The next morning I was up at 7 a.m., but for a much different reason than one would be up at 7 a.m. for in Las Vegas. We had scheduled an early workout — another vacation first for me and something that wouldn’t usually be possible, mostly due to the fact that my hangovers hit hard and I like to sleep in. We headed over to the gym at the Cosmopolitan for a full body interval workout class made up of me, my friend, and just one other early riser (I’m guessing that an early morning workout isn’t exactly the norm here). Normally, I’d be horizontal until at least 12 p.m., cursing my actions and wishing I could rewind my morning.
There were a whirlwind of activities following our time at the spa: another meal with a virgin Bloody Mary, a visit to the Bellagio fine art museum, a trip to the top of the Eiffel Tower at sunset, ice skating on the roof at The Cosmopolitan, some gambling (and losing), until finally ending our night at the Mayfair Supper Club, which is a dinner-and-a-show situation with, again, incredible food and performers. And by the end of it all, I didn’t even care if I had an alcoholic beverage in my hand or not. By being busy and letting myself fully enjoy the activities, it became clear that alcohol was just an additive to having fun — not the reason behind it all.
A couple of days before I hopped on the plane, Dr. O’Connor told me the story of her mother, who was incredibly afraid of flying but wanted to see the world, so she faced her fears and became a flight attendant. I’m not saying that her mother and I have any kind of bravery or boldness in common — I simply refused a few Miller Lites at the roulette table while she went up miles into the sky — but the fact that we both went into the so-called “belly of the beast” to face something we were unsure of is something Dr. O’Connor calls admirable.
So, I did it. I went to Las Vegas and back without having a sip of alcohol. But I will say this: Although there was temptation at every turn and an endless carousel of possibilities to indulge myself in, being busy and distracted helped keep any desire for an alcoholic beverage out of my thoughts (and subsequently out of my hands). Now, I beg the question: Is the rest of Dry January in the cards for me? I’m still not so sure I want to go an entire month without an alcoholic beverage, but what this experiment taught me is that I probably — no, definitely — could.
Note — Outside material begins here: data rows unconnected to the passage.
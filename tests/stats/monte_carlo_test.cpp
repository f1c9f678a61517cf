// The one Monte Carlo p-value rule: p = (1 + k) / (N + 1) (Davison & Hinkley 1997,
// eq. 4.11; Hope 1968), ties counted.

#include "stipple/stats/monte_carlo.hpp"

#include <gtest/gtest.h>

#include <cmath>
#include <limits>

namespace stipple {
namespace {

TEST(MonteCarloPValue, IsOnePlusExtremeOverSimulationsPlusOne) {
  EXPECT_DOUBLE_EQ(monte_carlo_p_value(0, 999), 0.001);
  EXPECT_DOUBLE_EQ(monte_carlo_p_value(49, 999), 0.05);
  EXPECT_DOUBLE_EQ(monte_carlo_p_value(999, 999), 1.0);
  EXPECT_DOUBLE_EQ(monte_carlo_p_value(0, 0), 1.0);  // no simulation: no evidence
}

TEST(MonteCarloPValue, TiesWithinRoundingCountAsExtreme) {
  EXPECT_TRUE(at_least_as_large(3.0, 3.0));
  EXPECT_TRUE(at_least_as_large(3.0 - 1e-12, 3.0));        // rounding of the same value
  EXPECT_FALSE(at_least_as_large(3.0 - 1e-6, 3.0));        // a real difference
  EXPECT_TRUE(at_least_as_large(1e6 * (1 - 1e-12), 1e6));  // relative to the size
  EXPECT_FALSE(at_least_as_large(2.9, 3.0));
}

TEST(MonteCarloTails, CountsBothTailsAndSkipsUndefinedDraws) {
  // Observed 5 among 1..9: four draws above (6..9) plus the tie, four below plus the tie.
  const std::vector<double> sims{1, 2, 3, 4, 5, 6, 7, 8, 9, std::numeric_limits<double>::quiet_NaN()};
  const MonteCarloTails t = monte_carlo_tails(5.0, sims);
  EXPECT_DOUBLE_EQ(t.upper, 6.0 / 10.0);  // (1 + 5) / (9 + 1): the NaN draw is left out
  EXPECT_DOUBLE_EQ(t.lower, 6.0 / 10.0);
  EXPECT_DOUBLE_EQ(t.two_sided, 1.0);
  const MonteCarloTails high = monte_carlo_tails(10.0, sims);
  EXPECT_DOUBLE_EQ(high.upper, 0.1);
  EXPECT_DOUBLE_EQ(high.lower, 1.0);
  EXPECT_DOUBLE_EQ(high.two_sided, 0.2);
  const MonteCarloTails none = monte_carlo_tails(1.0, {});
  EXPECT_DOUBLE_EQ(none.upper, 1.0);
  EXPECT_DOUBLE_EQ(none.two_sided, 1.0);
}

}  // namespace
}  // namespace stipple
For those who are spending the month skipping alcohol, Dr. O’Connor says it’s important to ask yourself how you respond when you disappoint yourself — no one is perfect, and not drinking for an entire month when alcohol is a present part of your life can be hard to achieve. Are you one to shrug it off and move on if you falter? Or do you take your failure more personally and beat yourself up over it? Prepare yourself and decide how you’re going to discipline yourself after.
For those looking to really, truly test themselves and unpack their relationship with booze, it’s kind of a perfect experiment. And realizing you have more willpower than you previously thought kind of makes it all worth it.
If you are struggling with substance abuse, please call the SAMHSA National Helpline at 1-800-662-4357 for free and confidential information.